You need a bulk loader ($40 new at the most)
reusable film cannisters (cheap)
100' of film
and some place completely dark to get the 100' roll of film into the bulk loader

Also if you have a camera that doesn't allow you to adjust ISO manually (thanks, Nikon), then you'll need either DX coded cannisters or DX labels to let your camera know what ISO the film is.


----------



## GerryDavid (May 5, 2004)

ksmattfish said:
			
		

> You need a bulk loader ($40 new at the most)
> reusable film cannisters (cheap)
> 100' of film
> and some place completely dark to get the 100' roll of film into the bulk loader
> ...



I thought it would be much more expensive.  How much would a used bulk loader be?  And about how big are they?  And just to make sure, is bulk loader the proper name for it?  Just wondering so I could do a search on ebay and the local camera store.

The Reusable film canisters, you mean use the canisters left over from old b&w rolls, or can you buy them fresh?  The only problem I see with reusing the canisters is the bottom piece always gets bent when I use the canopener to take it off.

Also how much does the 100' of film cost?  With rough math, I assume thats like 800 exposures?  Do each film brand offer this bulk?  Like Ilford, Kodak, etc?

Sorry for all the questioins, this is very interseting, since I dont like to pay $6 cdn for every roll of Illford DX 125 B&W.  And I just discovered the developing tank is only like $17 cdn and I thought it would be 2 or 3 times more expensive than that.  :0)


----------



## oriecat (May 5, 2004)

You buy special reuseable canisters, you can't reuse the other kind.  They make the reuseable ones so the bottom pops off easily and doesn't get bent, they also make plastic ones where the top just screws on.  I have a couple of those, but haven't tried them yet.  The canisters I got were like 2 for a buck or something like that.  
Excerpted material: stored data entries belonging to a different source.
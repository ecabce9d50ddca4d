"""ALONG_STRIKE: all transects of a run in order along strike, with the values of PROFILES."""

import numpy as np
import pytest

pytest.importorskip("qgis")

import invented
from downwarp_checkout.plugin.bridge import run_report
from downwarp_checkout.plugin.bridge.fields import FIELDS
from invented import AXIS_KM, CELL, KM_PER_DEGREE, LENGTH_KM, STEP_KM, lines_layer, write_grid
from pyproj import Geod
from running import column, run

SINKS = ("PROFILES", "STATIONS", "MARKERS", "PARAMETERS", "ALONG_STRIKE")
LATITUDES = np.array([0.3, -0.9, 0.9, 0.0, -0.3, 0.6, -0.6])
"""Lines every 0.3 degrees of latitude, out of order."""
NOT_OF_PROFILES = {
    "along_strike_km", "place_km", "end_shear_low_n_per_m", "end_shear_high_n_per_m", "end_moment_low_n",
    "end_moment_high_n",
}  # fmt: skip


@pytest.fixture(scope="module")
def ground(tmp_path_factory):
    """A trench that runs north, its relief the same on every parallel but for roughness; a line on each latitude."""
    rng = np.random.default_rng(8)
    columns, rows = 500, 120
    longitude = 18.0 + CELL * np.arange(columns)
    relief = invented.trench((longitude - 20.0) * KM_PER_DEGREE) + rng.normal(0.0, 20.0, (rows, columns))
    dem = write_grid(tmp_path_factory.mktemp("margin") / "dem.tif", relief, 18.0 - CELL / 2, rows / 2 * CELL, CELL)
    end = 20.0 + LENGTH_KM / KM_PER_DEGREE
    lines = lines_layer([[(20.0, at), (end, at)] for at in LATITUDES], names=[f"at {at}" for at in LATITUDES])
    return {"TRANSECTS": lines, "NAME_FIELD": "name", "DEM": dem, "SETTING": 1, "STEP_KM": 2 * STEP_KM}


@pytest.fixture(scope="module")
def fitted(ground):
    return run("fittransects", ground, sinks=SINKS)


def test_values_are_those_of_profiles(fitted):
    """Every field that PROFILES has as well is the same there; bounds of the end forces are those of PARAMETERS."""
    profiles = {row["transect"]: row for row in fitted["PROFILES"]}
    assert set(fitted["ALONG_STRIKE"][0]) - {"geometry"} == set(FIELDS["ALONG_STRIKE"])
    shared = set(FIELDS["ALONG_STRIKE"]) & set(FIELDS["PROFILES"])
    assert shared == set(FIELDS["ALONG_STRIKE"]) - NOT_OF_PROFILES
    for row in fitted["ALONG_STRIKE"]:
        for name in shared:
            assert row[name] == profiles[row["transect"]][name], name
        bounds = {
            each["parameter"]: (each["low"], each["high"])
            for each in fitted["PARAMETERS"]
            if each["transect"] == row["transect"]
        }
        assert (row["end_shear_low_n_per_m"], row["end_shear_high_n_per_m"]) == bounds["end_shear"]
        assert (row["end_moment_low_n"], row["end_moment_high_n"]) == bounds["end_moment"]
        assert row["end_shear_low_n_per_m"] < row["end_shear_n_per_m"] < row["end_shear_high_n_per_m"]
        assert row["place_km"] == row["break_km"]


def test_order_and_distances_are_those_of_the_lines(fitted):
    """The geodesic along the meridian from line to line (Geod.inv), from the end whose line comes first."""
    rows = fitted["ALONG_STRIKE"]
    southward = sorted(LATITUDES)
    assert [row["transect"] for row in rows] == [f"at {at}" for at in southward]
    places = at_the_axis(np.array(southward))
    _, _, steps = Geod(ellps="WGS84").inv(np.zeros(6), places[:-1], np.zeros(6), places[1:])
    np.testing.assert_allclose(column(rows, "along_strike_km"), np.append(0, np.cumsum(steps)) / 1e3, rtol=1e-4)
    for at, row in zip(southward, rows):
        point = row["geometry"].asPoint()
        _, _, distance = Geod(ellps="WGS84").inv(20.0, at, point.x(), point.y())
        assert distance / 1e3 == pytest.approx(row["place_km"], abs=0.01)


def test_the_report_takes_the_same_distances(ground, fitted, tmp_path, monkeypatch):
    """Its figure along strike stands over them."""
    taken = {}

    def write_report(path, transects, *more):
        taken.update((each.result.best.bent.problem.profile.name, each.along) for each in transects)
        path.write_text("read", encoding="utf-8")

    monkeypatch.setattr(run_report, "write_report", write_report)
    run("fittransects", {**ground, "REPORT": str(tmp_path / "report.html")}, sinks=("PROFILES", "STATIONS"))
    assert taken == {
        row["transect"]: pytest.approx(1e3 * row["along_strike_km"], abs=1e-6) for row in fitted["ALONG_STRIKE"]
    }
    assert [path.name for path in tmp_path.iterdir()] == ["report.html"]


def test_stations_give_the_same(fitted):
    """fitstations on STATIONS: the same transects in the same order at the same distances."""
    layer = points_layer(fitted["STATIONS"])
    again = run("fitstations", {"INPUT": layer, "SETTING": 1}, sinks=("PROFILES", "STATIONS", "ALONG_STRIKE"))
    one, other = fitted["ALONG_STRIKE"], again["ALONG_STRIKE"]
    assert [row["transect"] for row in other] == [row["transect"] for row in one]
    np.testing.assert_allclose(column(other, "along_strike_km"), column(one, "along_strike_km"), rtol=1e-4)


def test_without_geometry_there_is_the_order_of_the_input_and_no_distance(fitted):
    """A plain table of stations: rows as they came, along_strike_km NULL, no geometry."""
    layer = points_layer(fitted["STATIONS"], located=False)
    again = run("fitstations", {"INPUT": layer, "SETTING": 1}, sinks=("PROFILES", "STATIONS", "ALONG_STRIKE"))
    rows = again["ALONG_STRIKE"]
    assert [row["transect"] for row in rows] == [f"at {at}" for at in LATITUDES]
    assert {row["along_strike_km"] for row in rows} == {None}
    assert {row["geometry"] for row in rows} == {None}
    profiles = {row["transect"]: row["te_km"] for row in again["PROFILES"]}
    assert {row["transect"]: row["te_km"] for row in rows} == profiles


def test_transects_that_fail_are_left_out(ground):
    """A line off the DEM has its row in PROFILES; along strike it has no place. Round the rest it makes no difference."""
    end = 20.0 + LENGTH_KM / KM_PER_DEGREE
    lines = lines_layer([[(20.0, 0.3), (end, 0.3)], [(50.0, 0.0), (55.0, 0.0)], [(20.0, 0.0), (end, 0.0)]])
    result = run("fittransects", {**ground, "TRANSECTS": lines}, sinks=("PROFILES", "STATIONS", "ALONG_STRIKE"))
    assert len(result["PROFILES"]) == 3
    assert [row["transect"] for row in result["ALONG_STRIKE"]] == ["line 1", "line 3"]
    _, _, step = Geod(ellps="WGS84").inv(0.0, 0.0, 0.0, at_the_axis(0.3))
    np.testing.assert_allclose(column(result["ALONG_STRIKE"], "along_strike_km"), [0.0, step / 1e3], rtol=1e-4)


def at_the_axis(latitude):
    """Latitude, degrees, at which a great circle between two places on one parallel crosses the trench's axis."""
    half = np.radians(LENGTH_KM / KM_PER_DEGREE / 2)
    off = np.radians(AXIS_KM / KM_PER_DEGREE) - half
    return np.degrees(np.arctan(np.tan(np.radians(latitude)) * np.cos(off) / np.cos(half)))


def points_layer(stations, located=True):
    """Rows of STATIONS as a layer in memory."""
    from qgis.core import QgsFeature, QgsVectorLayer

    names = ("transect", "distance_km", "dem_m")
    fields = "field=transect:string&field=distance_km:double&field=dem_m:double"
    layer = QgsVectorLayer(f"Point?crs=EPSG:4326&{fields}" if located else f"None?{fields}", "stations", "memory")
    features = []
    for row in stations:
        feature = QgsFeature(layer.fields())
        feature.setAttributes([row[name] for name in names])
        if located:
            feature.setGeometry(row["geometry"])
        features.append(feature)
    layer.dataProvider().addFeatures(features)
    return layer
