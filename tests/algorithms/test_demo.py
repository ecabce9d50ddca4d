"""The demo as `make demo` runs it: made and fitted through qgis_process, against the plates that it was made from."""

import json

import demo as demo_tool
import pytest

pytest.importorskip("qgis")


def fitted(headless, folder, noise):
    """True and fitted thickness, km, and the interval, of each scenario."""
    headless.run("demolayers", {"OUTPUT_FOLDER": str(folder), "NOISE_M": noise})
    scenarios = json.loads((folder / "demo.json").read_text(encoding="utf-8"))["scenarios"]
    rows = {}
    for scenario in scenarios:
        target = folder / "results" / scenario["name"]
        target.mkdir(parents=True)
        parameters = {key: demo_tool.inside(folder, value) for key, value in scenario["parameters"].items()}
        results = headless.run(
            "fittransects",
            {**parameters, "PROFILES": str(target / "profiles.gpkg"), "STATIONS": str(target / "stations.gpkg")},
        )
        assert results["TRANSECTS_FITTED"] == 3
        rows[scenario["name"]] = (
            scenario["true_te_km"], results["TE_KM"], results.get("TE_LOW_KM"), results.get("TE_HIGH_KM"),
        )  # fmt: skip
    return rows


def test_without_noise_every_thickness_is_within_5_percent(headless, tmp_path):
    """Ridge, trench and mountain front: known plate -> relief on a 2.5 km grid -> line -> fitted plate."""
    rows = fitted(headless, tmp_path / "demo", 0)
    assert len(rows) == 3
    for name, (truth, found, *_) in rows.items():
        assert found == pytest.approx(truth, rel=0.05), name


def test_with_noise_the_demo_is_fitted_nearby(headless, tmp_path, record_property):
    """40 m of correlated relief noise: within a factor of 1.5. Whether the interval holds the truth is recorded, not
    asked: one draw of noise may put it outside."""
    rows = fitted(headless, tmp_path / "demo", 40)
    for name, (truth, found, low, high) in rows.items():
        inside = (low is None or low <= truth) and (high is None or truth <= high)
        record_property(name, f"true {truth:.1f} km, fitted {found:.1f} km, {low} to {high} km, inside: {inside}")
        assert truth / 1.5 < found < truth * 1.5, name
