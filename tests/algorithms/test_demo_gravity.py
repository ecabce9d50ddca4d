"""Demo layers -> fitted plate -> its gravity and the joint fit, all through the algorithms, against the plates of the demo.

The demo's gravity is that of its true plates and loads by polygons (tests/core/test_demo.py) with 3 mGal of correlated
noise; its relief has 40 m of such noise where the bent surface shows. Both are drawn anew by each seed.
"""

import json

import demo as demo_tool
import numpy as np
import pytest

pytest.importorskip("qgis")

from qgis.core import QgsVectorLayer
from running import run
from scipy.stats import binom

SEEDS = (1, 2, 3)
WITH_LOAD = ("Ostrun ridge", "Harrow front")
"""Scenarios whose load has a density to find; the trench has none."""
ALONE, TOGETHER = ("surface", "gravity"), "surface and gravity"


def joint_fits(folder, name, only=None, **noise):
    """Truth, and what each source of evidence says, by transect of the scenario ``name``; ``only``: one transect."""
    run("demolayers", {"OUTPUT_FOLDER": str(folder), **noise}, sinks=())
    scenarios = json.loads((folder / "demo.json").read_text(encoding="utf-8"))["scenarios"]
    scenario = next(each for each in scenarios if each["name"] == name)
    inputs, gravity = (
        {key: demo_tool.inside(folder, value) for key, value in scenario[part].items()}
        for part in ("parameters", "gravity")
    )
    stations = str(folder / "stations.gpkg")
    run("fittransects", {**inputs, "STATIONS": stations, "PROFILES": str(folder / "profiles.gpkg")}, sinks=())
    layer = QgsVectorLayer(stations, "stations", "ogr")
    if only is not None:
        layer.setSubsetString(f"\"transect\" = '{only}'")
    found = run("gravitytransects", {**gravity, "INPUT": layer}, sinks=("ANOMALIES", "EVIDENCE"))
    by_line: dict[str, dict] = {}
    for row in found["EVIDENCE"]:
        by_line.setdefault(row["transect"], {})[row["source"]] = row
    return {"te": scenario["true_te_km"], "rho": gravity["RHO_LOAD"]}, by_line


def side(row, what):
    """Bounds of the thickness or of the density, an open one infinitely far."""
    fields = ("te_low_km", "te_high_km") if what == "te" else ("rho_load_low", "rho_load_high")
    low, high = (row[field] for field in fields)
    return -np.inf if low is None else low, np.inf if high is None else high


def width(row, what):
    low, high = side(row, what)
    return high - low


@pytest.fixture(scope="module")
def answers(tmp_path_factory):
    """Truth and rows of each transect of ridge and front under three seeds, of the trench under two."""
    folder = tmp_path_factory.mktemp("demo")
    found = []
    for name, seeds in (("Ostrun ridge", SEEDS), ("Harrow front", SEEDS), ("Velmar trench", SEEDS[:2])):
        for seed in seeds:
            truth, by_line = joint_fits(folder / f"{name} {seed}", name, SEED=seed)
            assert len(by_line) == 3
            found += [(name, truth, rows) for rows in by_line.values()]
    return found


def test_joint_intervals_hold_the_truth_as_often_as_they_say(answers, record_property):
    """Elastic thickness on 24 transects and load density on 18: of intervals of 90 %, so many hold the truth that fewer
    would come by chance in a hundredth of all draws only."""
    for what, names in (("te", {name for name, *_ in answers}), ("rho", WITH_LOAD)):
        held = [
            side(rows[TOGETHER], what)[0] <= truth[what] <= side(rows[TOGETHER], what)[1]
            for name, truth, rows in answers
            if name in names
        ]
        record_property(what, f"{sum(held)} of {len(held)}")
        assert len(held) == (24 if what == "te" else 18)
        assert sum(held) >= binom.ppf(0.01, len(held), 0.9), what


def test_joint_interval_is_narrower_than_either_alone(answers):
    """On every transect, in thickness and, where there is a load, in its density."""
    for name, _, rows in answers:
        for what in ("te", "rho") if name in WITH_LOAD else ("te",):
            for source in ALONE:
                assert width(rows[TOGETHER], what) < width(rows[source], what), (rows[TOGETHER]["transect"], what, source)


@pytest.mark.parametrize("name", WITH_LOAD)
def test_hardly_any_noise_leaves_the_truth(name, tmp_path):
    """1 m and 0.1 mGal of noise: surface, gravity and both give thickness and density back to 0.5 %, as nothing does that
    takes the load's ground for wider or narrower than it is."""
    truth, by_line = joint_fits(tmp_path, name, f"{name} 2", NOISE_M=1, NOISE_MGAL=0.1)
    (rows,) = by_line.values()
    for source in (*ALONE, TOGETHER):
        assert rows[source]["te_km"] == pytest.approx(truth["te"], rel=5e-3), source
        assert rows[source]["rho_load"] == pytest.approx(truth["rho"], rel=5e-3), source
Most major brands sell the b/w film in the 100' rolls.  I just started bulk loading myself and I started out with a roll of Ilford HP5.  It was 25 dollars?  20 dollars? Around there anyway.  How many rolls/usable exposures you get will depend upon how large you roll your rolls.  If you do a lot of small rolls, then you will lost more frames to leaders etc.  But it is still definitely worth it.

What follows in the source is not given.